_Dataset entries_:
Content starts
type monthlyData struct {
	Machines []halfmark.Machine
	Machine  *halfmark.Machine
	Beams    []halfmark.Beam
	Month    string
	Rows     []monthRow
	Saved    string
	Error    string
	Form     uploadForm
	Preview  *preview
	Kinds    []halfmark.CheckKind
	SignOffs []halfmark.AuditEntry
	Signed   bool
	// Verdicts are the stored evaluations of the saved check's series;
	// VerdictsShown is false when the store offers none.
	Verdicts      []edgeVerdictRow
	VerdictsShown bool
}

// edgeVerdictRow is one edge of a saved check with the level its series was
// last evaluated at, or "evaluation pending".
type edgeVerdictRow struct {
	halfmark.EdgeVerdict
	Text string
}

// monthRow says, for one beam, which checks of the month were done and
// which are missing.
type monthRow struct {
	Beam           halfmark.Beam
	Monthly        []monthCheck
	Done           bool     // every axis of the required set is in
	MissingAxes    []string // axes of the required set not yet measured
	MorningDays    int
	MissingMorning []string // weekdays up to today without a morning check
}

// monthCheck is a non-morning check with what it was computed from.
type monthCheck struct {
	halfmark.Check
	Provenance string
}

// requiredAxes is a beam's monthly set: the X jaws (X1, X2) and the Y jaws
// (Y1, Y2), whether from two profiles or one image.
var requiredAxes = []string{"X", "Y"}

// provenance says what a check's edges came from: the raw file kept with
// it, a file or image analysed but not kept, or values typed in.
func provenance(c halfmark.Check, raw []halfmark.RawData) string {
	if len(raw) > 0 {
		switch raw[0].Kind {
		case halfmark.RawProfile:
			return "profile " + raw[0].Filename
		case halfmark.RawImage, halfmark.RawPicket:
			return "image " + raw[0].Filename
		}
		return string(raw[0].Kind) + " " + raw[0].Filename
	}
	if c.AnalysisVersion == "" {
		return "typed"
	}
	for _, e := range c.Edges {
		if strings.HasPrefix(e.Edge, "B") || strings.Contains(strings.ToUpper(c.Device), "EPID") {
			return "image, not kept"
		}
	}
	return "file, not kept"
}

type uploadForm struct {
	Machine, Beam, Type, Axis, Kind  string
	SSD, Depth, FieldX, FieldY       string
	Device, MeasuredAt, Filename, ID string
	Content                          string // base64, only in the save form
}

type preview struct {
	Edges    []halfmark.EdgeResult
	Pairs    []pairRow
	Plot     template.HTML
	Method   string
	Warnings []string
	Blocks   []resultBlock
}

func monthBounds(month string) (time.Time, time.Time, bool) {
	t, err := time.ParseInLocation("2006-01", month, time.Local)
	if err != nil {
		return time.Time{}, time.Time{}, false
	}
	return t, t.AddDate(0, 1, 0), true
}

func (s *server) monthlyData(ctx context.Context, c echo.Context, machine, month string) (monthlyData, error) {
	now := s.d.Now()
	d := monthlyData{Month: month, Kinds: uploadKinds}
	if _, _, ok := monthBounds(month); !ok {
		d.Month = now.Format("2006-01")
	}
	ms, err := s.d.Machines.Machines(ctx)
	if err != nil {
		return d, err
	}
	d.Machines = ms
	id, _ := strconv.ParseInt(machine, 10, 64)
	if id == 0 && len(ms) > 0 {
		id = ms[0].ID
	}
	for i := range ms {
		if ms[i].ID == id {
			d.Machine = &ms[i]
		}
	}
	if d.Machine == nil {
		return d, nil
	}
	if d.Beams, err = s.d.Machines.Beams(ctx, id); err != nil {
		return d, err
	}
	from, to, _ := monthBounds(d.Month)
	for _, b := range d.Beams {
		r := monthRow{Beam: b}
		cs, err := s.d.Checks.Checks(ctx, halfmark.CheckFilter{MachineID: id, BeamID: b.ID, From: from, To: to, Limit: 2000})
		if err != nil {
			return d, err
		}
		days := map[string]bool{}
		axes := map[string]bool{}
		for _, ch := range cs {
			switch ch.Kind {
			case halfmark.KindMorning:
				days[ch.MeasuredAt.Local().Format("2006-01-02")] = true
			default:
				// The list carries no edges; the month's few non-morning
				// checks are read one by one.
				full, err := s.d.Checks.Check(ctx, ch.ID)
				if err != nil {
					return d, err
				}
				ch = full.Check
				raw, err := s.d.Raw.RawForCheck(ctx, ch.ID)
				if err != nil {
					return d, err
				}
				r.Monthly = append(r.Monthly, monthCheck{Check: ch, Provenance: provenance(ch, raw)})
				if ch.Kind == halfmark.KindMonthly {
					for _, e := range ch.Edges {
						if n := e.Edge; len(n) == 2 && (n[1] == '1' || n[1] == '2') {
							axes[n[:1]] = true
						}
					}
				}
			}
		}
		for _, a := range requiredAxes {
			if !axes[a] {
				r.MissingAxes = append(r.MissingAxes, a)
			}
		}
		r.Done = len(r.MissingAxes) == 0
		r.MorningDays = len(days)
		for day := from; day.Before(to) && !day.After(now); day = day.AddDate(0, 0, 1) {
			if wd := day.Weekday(); wd == time.Saturday || wd == time.Sunday {
				continue
			}
			if k := day.Format("2006-01-02"); !days[k] {
				r.MissingMorning = append(r.MissingMorning, day.Format("Jan 2"))
			}
		}
		d.Rows = append(d.Rows, r)
	}
	d.Form = uploadForm{Machine: strconv.FormatInt(id, 10), Type: "profile", Axis: "X", Kind: string(halfmark.KindMonthly),
		FieldX: "10", FieldY: "10", ID: uuid.NewString()}
	return d, nil
}

func (s *server) monthly(c echo.Context) error {
	d, err := s.monthlyData(c.Request().Context(), c, c.QueryParam("machine"), c.QueryParam("month"))
	if err != nil {
		return s.failErr(c, err)
	}
	d.Saved = c.QueryParam("saved")
	d.Signed = c.QueryParam("signed") == "1"
	if d.Saved != "" && s.d.Verdicts != nil {
		if d.Verdicts, err = s.verdicts(c.Request().Context(), d.Saved); err != nil {
			return s.failErr(c, err)
		}
		d.VerdictsShown = true
	}
	// The setup of the last saved profile stays for the next one.
	if d.Saved != "" {
		q := c.QueryParams()
		d.Form.Beam, d.Form.Kind, d.Form.Type, d.Form.Axis = q.Get("beam"), q.Get("kind"), q.Get("type"), q.Get("axis")
		d.Form.SSD, d.Form.Depth, d.Form.FieldX, d.Form.FieldY, d.Form.Device = q.Get("ssd"), q.Get("depth"), q.Get("field_x"), q.Get("field_y"), q.Get("device")
		if d.Form.Type == "" {
			d.Form.Type = "profile"
		}
		if d.Form.Kind == "" {
			d.Form.Kind = string(halfmark.KindMonthly)
		}
		for _, r := range d.Rows {
			if strconv.FormatInt(r.Beam.ID, 10) == d.Form.Beam && len(r.MissingAxes) > 0 {
				d.Form.Axis = r.MissingAxes[0] // offer the axis still missing
			}
		}
	}
	if d.Machine != nil {
		if d.SignOffs, err = s.d.Audit.Audit(c.Request().Context(), "report", halfmark.ReportEntityID(d.Machine.ID, d.Month), 20); err != nil {
			return s.failErr(c, err)
		}
	}
	return s.render(c, http.StatusOK, "monthly", "Monthly log", d)
}

func (s *server) readForm(c echo.Context) uploadForm {
	f := uploadForm{}
	for k, p := range map[string]*string{"machine": &f.Machine, "beam": &f.Beam, "type": &f.Type, "axis": &f.Axis, "kind": &f.Kind,
		"ssd": &f.SSD, "depth": &f.Depth, "field_x": &f.FieldX, "field_y": &f.FieldY, "device": &f.Device,
		"measured_at": &f.MeasuredAt, "filename": &f.Filename, "check_id": &f.ID} {
		*p = strings.TrimSpace(c.FormValue(k))
	}
	return f
}

func (s *server) monthlyAnalyze(c echo.Context) error {
	c.Request().Body = http.MaxBytesReader(c.Response(), c.Request().Body, maxUploadBytes+1<<20)
	f := s.readForm(c)
	var content []byte
	fh, err := c.FormFile("file")
	if err == nil {
		f.Filename = filepath.Base(fh.Filename)
		if fh.Size > maxUploadBytes {
			return s.monthlyError(c, f, fmt.Sprintf("The file is %d bytes; at most %d are accepted.", fh.Size, maxUploadBytes))
		}
		r, err := fh.Open()
		if err == nil {
			content, err = io.ReadAll(r)
			r.Close()
		}
		if err != nil {
			return s.monthlyError(c, f, "The file could not be read: "+err.Error())
		}
	}
	if len(content) == 0 {
		return s.monthlyError(c, f, "Choose a profile (CSV) or an EPID image (DICOM) to upload.")
	}
	a, err := analyzeUpload(f, content)
	if err != nil {
		return s.monthlyError(c, f, err.Error())
	}
	d, err := s.monthlyData(c.Request().Context(), c, f.Machine, c.FormValue("month"))
	if err != nil {
		return s.failErr(c, err)
	}
	if !halfmark.IsUUID(f.ID) {
		f.ID = uuid.NewString()
	}
	if f.MeasuredAt == "" {
		// Fixed now, so that saving twice replays the same check.
		f.MeasuredAt = s.d.Now().Local().Format("2006-01-02T15:04")
	}
	f.Content = base64.StdEncoding.EncodeToString(content)
	d.Form = f
	d.Preview = &preview{Edges: a.edges, Method: a.method, Warnings: a.warnings, Blocks: a.blocks, Pairs: a.pairs}
	if a.plot != nil {
		if d.Preview.Plot, err = inlineSVG(a.plot, vg.Points(720), vg.Points(300), "profile with 50, 80 and 20 % points"); err != nil {
			return s.failErr(c, err)
		}
	}
	return s.render(c, http.StatusOK, "monthly", "Monthly log", d)
}

func (s *server) monthlyError(c echo.Context, f uploadForm, msg string) error {
	d, err := s.monthlyData(c.Request().Context(), c, f.Machine, c.FormValue("month"))
	if err != nil {
		return s.failErr(c, err)
	}
	f.Content = ""
	if f.ID == "" {
		f.ID = uuid.NewString()
	}
	d.Form, d.Error = f, msg
	return s.render(c, http.StatusUnprocessableEntity, "monthly", "Monthly log", d)
}

// monthlySave analyses the file again (the browser's copy of the results
// is never trusted), records the check and attaches the raw file with the
// analysis. The check id comes from the preview, so a repeated save does
// not store the check twice.
func (s *server) monthlySave(c echo.Context) error {
	f := s.readForm(c)
	content, err := base64.StdEncoding.DecodeString(c.FormValue("content"))
	if err != nil || len(content) == 0 {
		return s.monthlyError(c, f, "The uploaded file did not come back with the form; upload it again.")
	}
	a, err := analyzeUpload(f, content)
	if err != nil {
		return s.monthlyError(c, f, err.Error())
	}
	mid, _ := strconv.ParseInt(f.Machine, 10, 64)
	bid, _ := strconv.ParseInt(f.Beam, 10, 64)
	chk := halfmark.Check{ID: f.ID, MachineID: mid, BeamID: bid, Kind: halfmark.CheckKind(f.Kind), Device: f.Device,
		Edges: a.edges, MeasuredAt: s.d.Now(), AnalysisVersion: rawdata.Version, Setup: a.setup}
	if u := user(c); u != nil {
		chk.Operator = u.Email
	}
	if f.MeasuredAt != "" {
		t, err := time.ParseInLocation("2006-01-02T15:04", f.MeasuredAt, time.Local)
		if err != nil {
			return s.monthlyError(c, f, "Measured at: give the date and time like 2026-03-02T07:45, or leave it empty for now.")
		}
		chk.MeasuredAt = t
	}
	ctx := c.Request().Context()
	raw := halfmark.RawData{Kind: a.kind, Filename: f.Filename, Content: content, Options: a.options, Analysis: a.analysis, AnalysisVersion: rawdata.Version}
	if raw.Filename == "" {
		raw.Filename = "upload"
	}
	st, _, err := s.d.Checks.RecordCheckWithRaw(ctx, user(c).Actor(), &chk, &raw)
	s.status.invalidate()
	if err != nil {
		if halfmark.ErrorCodeOf(err) == halfmark.EInvalid {
			return s.monthlyError(c, f, "Nothing was saved: "+err.Error())
		}
		return s.failErr(c, err)
	}
	q := url.Values{"machine": {f.Machine}, "month": {st.MeasuredAt.Local().Format("2006-01")}, "saved": {st.ID},
		"beam": {f.Beam}, "kind": {f.Kind}, "type": {f.Type}, "axis": {f.Axis},
		"ssd": {f.SSD}, "depth": {f.Depth}, "field_x": {f.FieldX}, "field_y": {f.FieldY}, "device": {f.Device}}
	return c.Redirect(http.StatusSeeOther, "/monthly?"+q.Encode())
}

// verdicts reads the stored evaluation of each series the check feeds; the
// dashboard never computes a level itself.
func (s *server) verdicts(ctx context.Context, checkID string) ([]edgeVerdictRow, error) {
	vs, err := s.d.Verdicts.CheckVerdicts(ctx, checkID)
	if err != nil {
		return nil, err
	}
	out := make([]edgeVerdictRow, len(vs))
	for i, v := range vs {
		out[i] = edgeVerdictRow{EdgeVerdict: v, Text: verdictText(v)}
	}
	return out, nil
}

func verdictText(v halfmark.EdgeVerdict) string {
	switch {
	case !v.Evaluated:
		return "evaluation pending"
	case v.Level == halfmark.LevelInControl:
		return "Level 0 — no signal"
	case v.Rule != "":
		return v.Level.String() + " (" + v.Rule + ")"
	}
	return v.Level.String()
}

// uploadResult is an analysed upload: what analysis/rawdata computed, plus
// what the page shows beside it.
type uploadResult struct {
	edges    []halfmark.EdgeResult
	pairs    []pairRow
	setup    halfmark.Setup
	kind     halfmark.RawKind
	options  json.RawMessage // the rawdata options, stored with the raw file
	analysis json.RawMessage // rawdata's result, stored with the raw file
	method   string
	warnings []string
	blocks   []resultBlock
	plot     *plot.Plot
}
Content ends
_Work to be completed_: I need each line of the entries that holds the string "monthRow" located and copied.

_Solution to this task_:
	Rows     []monthRow
// monthRow says, for one beam, which checks of the month were done and
type monthRow struct {
		r := monthRow{Beam: b}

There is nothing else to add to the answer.